Start of INPUT DATA

import { ROLES, type Role } from '@porestack/types';
import { beforeAll, describe, expect, it } from 'vitest';
import { createApp } from '../../app.js';
import { dataSource } from '../../data-source.js';
import { InvitationEntity } from '../../modules/invitations/invitation.entity.js';
import { openBrowser, signedInBrowser, signUpAdmin, createMember, uniqueEmail, type Browser } from '../../testing/browser.js';
import { listRoutes, type Access } from '../routes.js';
import { jobRuns } from '../../modules/job-runs/job-runs.service.js';
import { approveTest } from '../../modules/reviews/reviews.service.js';
import { generateReport } from '../../jobs/generate-report.job.js';
import { analysedTest, draftTest, placeOnProject, submittedTest, type LabFixture } from '../../testing/lab-fixtures.js';
import { canonicalCsvTemplate, LOGGER_MAPPING } from '../../modules/readings-import/demo-files.js';
import { DESIGN_READERS, DESIGN_WRITERS } from '../../modules/projects/design-roles.js';
import { designContext, type DesignContext } from '../../testing/design-policy-context.js';

const app = createApp();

End of INPUT DATA

Only a number is expected here: the count of lines with the string "testing" in the material above.

3